**Work item**
All of the entries below need to be repeated exactly.

##### Data supplied #####

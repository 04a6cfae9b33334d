import { computed, inject, Injectable, signal } from '@angular/core';
import { DEFAULT_UNITS, inUnitsDeep, inUnitsText, type Units } from '../../../../shared/units';
import { AuthStore } from '../auth/auth-store';

/**
 * The units the signed-in person reads and types (their own choice, else the club's), from the
 * signed-in user; metres and °C for anyone else (a session stored before units). A page read by
 * someone not signed in (the helper's view) provides its own UnitChoice and sets the units its
 * link carries with `readAs`.
 */
@Injectable({ providedIn: 'root' })
export class UnitChoice {
  private readonly auth = inject(AuthStore);
  /** Units given by the page itself (a helper link's), which win over the signed-in person's. */
  private readonly given = signal<Units | null>(null);

  /** Distance and temperature units together. */
  readonly units = computed<Units>(() => this.given() ?? this.auth.user()?.units ?? DEFAULT_UNITS);
  readonly distance = computed(() => this.units().distance);
  readonly temperature = computed(() => this.units().temperature);

  /** Reads in these units from now on (for a page whose reader is not signed in). */
  readAs(units: Units): void {
    this.given.set(units);
  }

  /** The engine's metric words ("12 × 20 m", "4 m²", "30 °C") in the reader's units. */
  text(text: string): string {
    return inUnitsText(text, this.units());
  }

  /** Every text inside a plan, notice list or preview in the reader's units; the same value in metres and °C. */
  deep<T>(value: T): T {
    return inUnitsDeep(value, this.units());
  }
}
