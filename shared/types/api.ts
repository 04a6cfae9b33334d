/** Shapes the API sends and receives. server/ produces them, src/ consumes them. */
import type { AgeGroup, Equipment, Level, PlanKind, PlanRequest, Space } from './plan-request';
import type { Plan } from './plan';
import type { AttendanceEntryDto } from './attendance';
import type { UnitOverride, Units } from '../units';

export const ROLES = ['lead', 'coach', 'assistant'] as const;
export type Role = (typeof ROLES)[number];

export interface UserDto {
  id: string;
  name: string;
  email: string;
  /** False until the person opens the confirmation link mailed to a new account's address. */
  emailVerified: boolean;
  clubId: string;
  clubName: string;
  role: Role;
  /** The units this person reads and types: their own choice where made, else the club's. */
  units: Units;
  /** The club's setting (the head of coaching changes it). */
  clubUnits: Units;
  /** This person's own choice; null follows the club. */
  ownUnits: UnitOverride;
}

/** The club's unit setting, as GET and PUT /api/club/units answer it. */
export type ClubUnitsDto = Units;

/** How long the club keeps plans, attendance and feedback, as GET and PUT /api/club/retention answer it. */
export interface ClubRetentionDto {
  /** Whole seasons of 365 days, 1 to 10 (3 for a new club). */
  seasons: number;
}

export interface AuthResponse {
  token: string;
  user: UserDto;
}

export interface TeamDto {
  id: string;
  name: string;
  ageGroup: AgeGroup;
  level: Level;
  usualSpace: Space;
  /** User ids of the coaches and assistants attached to the team. */
  coachIds: string[];
  playerCount: number;
  /** Activities pinned for the team's next plan (cleared once a plan has taken them). */
  pinnedActivityIds: string[];
}

export interface PlayerDto {
  id: string;
  teamId: string;
  displayName: string;
  goalkeeper: boolean;
  active: boolean;
}

export type KitBagDto = Equipment;

/** Body and answer of PUT /api/teams/:id/pinned-activities: the team's pins, in order. */
export interface PinnedActivitiesDto {
  activityIds: string[];
}

/** A line of a roster file that will not be added; `row` is the file's line (the header is 1). */
export interface CsvRowError {
  row: number;
  field: string;
  /** A whole sentence in a coach's words. */
  message: string;
}

export interface CsvPreviewRow {
  /** The file's line (the header is line 1). */
  row: number;
  displayName: string;
  goalkeeper: boolean;
  /** How a name clash was resolved, in a sentence. */
  note?: string;
  /** The name is taken even with the whole family name: the coach chooses another. */
  clash?: boolean;
}

export interface CsvPreview {
  importId: string;
  rows: CsvPreviewRow[];
  errors: CsvRowError[];
}

export type PlanStatus = 'draft' | 'final';

export interface PlanSummaryDto {
  id: string;
  teamId: string;
  teamName: string;
  date: string | null;
  kickOff: string | null;
  kind: PlanKind;
  minutes: number;
  playerCount: number;
  status: PlanStatus;
  createdAt: string;
}

export interface SessionPlanDto extends PlanSummaryDto {
  request: PlanRequest;
  plan: Plan;
  ruleSetId: string;
  ruleSetVersion: number;
  seed: string;
  authorId: string;
  /** Optimistic concurrency: send back as If-Match on PATCH. */
  version: number;
}

export interface Page<T> {
  items: T[];
  page: number;
  pageSize: number;
  total: number;
}

export type RuleSetStatus = 'draft' | 'published' | 'archived';

export interface RuleSetDto {
  id: string;
  name: string;
  /** The rule-set document's version number (increments on publish). */
  version: number;
  status: RuleSetStatus;
  body: unknown;
  authorId: string;
  authorName: string;
  createdAt: string;
  updatedAt: string;
  /** Optimistic lock: send back as If-Match on PUT. */
  revision: number;
}

export type FeedbackVerdict = 'too-easy' | 'right' | 'too-hard';

export interface FeedbackDto {
  id: string;
  planId: string;
  stationId: string;
  phaseIndex: number;
  verdict: FeedbackVerdict;
  note?: string;
  /** Client-generated id so a replayed offline action is stored once. */
  clientId?: string;
  createdAt: string;
}

export interface AttendanceDto {
  planId: string;
  /** Everyone who came, late and early leavers included. */
  playerIds: string[];
  /** The same players with the minutes they came late or left early. */
  players: AttendanceEntryDto[];
  /** Whether anyone has taken the register for this session yet. */
  recorded: boolean;
}

export interface MemberDto {
  userId: string;
  name: string;
  /** Only the lead sees members' e-mail addresses; absent for everyone else. */
  email?: string;
  role: Role;
}

export interface InvitationDto {
  id: string;
  email: string;
  role: Role;
  expiresAt: string;
  acceptedAt: string | null;
  /** The team the invitee joins on acceptance, when the invitation names one. */
  teamId: string | null;
  teamName: string | null;
}

export interface HealthDto {
  status: 'ok' | 'degraded';
  db: 'up' | 'down';
  version: string;
}

/** RFC 9457 problem details, with the fields that failed validation. */
export interface ProblemDto {
  type: string;
  title: string;
  status: number;
  detail?: string;
  instance?: string;
  /** `row`: the line of an uploaded file the error is about. */
  errors?: { field: string; message: string; row?: number }[];
}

#####

**Reply to the exercise**
repository 04a6cfae9b33334d
import { computed, inject, Injectable, signal } from '@angular/core';
import { DEFAULT_UNITS, inUnitsDeep, inUnitsText, type Units } from '../../../../shared/units';
import { AuthStore } from '../auth/auth-store';

/**
 * The units the signed-in person reads and types (their own choice, else the club's), from the
 * signed-in user; metres and °C for anyone else (a session stored before units). A page read by
 * someone not signed in (the helper's view) provides its own UnitChoice and sets the units its
 * link carries with `readAs`.
 */
@Injectable({ providedIn: 'root' })
export class UnitChoice {
  private readonly auth = inject(AuthStore);
  /** Units given by the page itself (a helper link's), which win over the signed-in person's. */
  private readonly given = signal<Units | null>(null);

  /** Distance and temperature units together. */
  readonly units = computed<Units>(() => this.given() ?? this.auth.user()?.units ?? DEFAULT_UNITS);
  readonly distance = computed(() => this.units().distance);
  readonly temperature = computed(() => this.units().temperature);

  /** Reads in these units from now on (for a page whose reader is not signed in). */
  readAs(units: Units): void {
    this.given.set(units);
  }

  /** The engine's metric words ("12 × 20 m", "4 m²", "30 °C") in the reader's units. */
  text(text: string): string {
    return inUnitsText(text, this.units());
  }

  /** Every text inside a plan, notice list or preview in the reader's units; the same value in metres and °C. */
  deep<T>(value: T): T {
    return inUnitsDeep(value, this.units());
  }
}
filename shared/types/api.ts
repository 04a6cfae9b33334d
/** Shapes the API sends and receives. server/ produces them, src/ consumes them. */
import type { AgeGroup, Equipment, Level, PlanKind, PlanRequest, Space } from './plan-request';
import type { Plan } from './plan';
import type { AttendanceEntryDto } from './attendance';
import type { UnitOverride, Units } from '../units';

export const ROLES = ['lead', 'coach', 'assistant'] as const;
export type Role = (typeof ROLES)[number];

export interface UserDto {
  id: string;
  name: string;
  email: string;
  /** False until the person opens the confirmation link mailed to a new account's address. */
  emailVerified: boolean;
  clubId: string;
  clubName: string;
  role: Role;
  /** The units this person reads and types: their own choice where made, else the club's. */
  units: Units;
  /** The club's setting (the head of coaching changes it). */
  clubUnits: Units;
  /** This person's own choice; null follows the club. */
  ownUnits: UnitOverride;
}

/** The club's unit setting, as GET and PUT /api/club/units answer it. */
export type ClubUnitsDto = Units;

/** How long the club keeps plans, attendance and feedback, as GET and PUT /api/club/retention answer it. */
export interface ClubRetentionDto {
  /** Whole seasons of 365 days, 1 to 10 (3 for a new club). */
  seasons: number;
}

export interface AuthResponse {
  token: string;
  user: UserDto;
}

export interface TeamDto {
  id: string;
  name: string;
  ageGroup: AgeGroup;
  level: Level;
  usualSpace: Space;
  /** User ids of the coaches and assistants attached to the team. */
  coachIds: string[];
  playerCount: number;
  /** Activities pinned for the team's next plan (cleared once a plan has taken them). */
  pinnedActivityIds: string[];
}

export interface PlayerDto {
  id: string;
  teamId: string;
  displayName: string;
  goalkeeper: boolean;
  active: boolean;
}

export type KitBagDto = Equipment;

/** Body and answer of PUT /api/teams/:id/pinned-activities: the team's pins, in order. */
export interface PinnedActivitiesDto {
  activityIds: string[];
}

/** A line of a roster file that will not be added; `row` is the file's line (the header is 1). */
export interface CsvRowError {
  row: number;
  field: string;
  /** A whole sentence in a coach's words. */
  message: string;
}

export interface CsvPreviewRow {
  /** The file's line (the header is line 1). */
  row: number;
  displayName: string;
  goalkeeper: boolean;
  /** How a name clash was resolved, in a sentence. */
  note?: string;
  /** The name is taken even with the whole family name: the coach chooses another. */
  clash?: boolean;
}

export interface CsvPreview {
  importId: string;
  rows: CsvPreviewRow[];
  errors: CsvRowError[];
}

export type PlanStatus = 'draft' | 'final';

export interface PlanSummaryDto {
  id: string;
  teamId: string;
  teamName: string;
  date: string | null;
  kickOff: string | null;
  kind: PlanKind;
  minutes: number;
  playerCount: number;
  status: PlanStatus;
  createdAt: string;
}

export interface SessionPlanDto extends PlanSummaryDto {
  request: PlanRequest;
  plan: Plan;
  ruleSetId: string;
  ruleSetVersion: number;
  seed: string;
  authorId: string;
  /** Optimistic concurrency: send back as If-Match on PATCH. */
  version: number;
}

export interface Page<T> {
  items: T[];
  page: number;
  pageSize: number;
  total: number;
}

export type RuleSetStatus = 'draft' | 'published' | 'archived';

export interface RuleSetDto {
  id: string;
  name: string;
  /** The rule-set document's version number (increments on publish). */
  version: number;
  status: RuleSetStatus;
  body: unknown;
  authorId: string;
  authorName: string;
  createdAt: string;
  updatedAt: string;
  /** Optimistic lock: send back as If-Match on PUT. */
  revision: number;
}

export type FeedbackVerdict = 'too-easy' | 'right' | 'too-hard';

export interface FeedbackDto {
  id: string;
  planId: string;
  stationId: string;
  phaseIndex: number;
  verdict: FeedbackVerdict;
  note?: string;
  /** Client-generated id so a replayed offline action is stored once. */
  clientId?: string;
  createdAt: string;
}

export interface AttendanceDto {
  planId: string;
  /** Everyone who came, late and early leavers included. */
  playerIds: string[];
  /** The same players with the minutes they came late or left early. */
  players: AttendanceEntryDto[];
  /** Whether anyone has taken the register for this session yet. */
  recorded: boolean;
}

export interface MemberDto {
  userId: string;
  name: string;
  /** Only the lead sees members' e-mail addresses; absent for everyone else. */
  email?: string;
  role: Role;
}

export interface InvitationDto {
  id: string;
  email: string;
  role: Role;
  expiresAt: string;
  acceptedAt: string | null;
  /** The team the invitee joins on acceptance, when the invitation names one. */
  teamId: string | null;
  teamName: string | null;
}

export interface HealthDto {
  status: 'ok' | 'degraded';
  db: 'up' | 'down';
  version: string;
}

/** RFC 9457 problem details, with the fields that failed validation. */
export interface ProblemDto {
  type: string;
  title: string;
  status: number;
  detail?: string;
  instance?: string;
  /** `row`: the line of an uploaded file the error is about. */
  errors?: { field: string; message: string; row?: number }[];
}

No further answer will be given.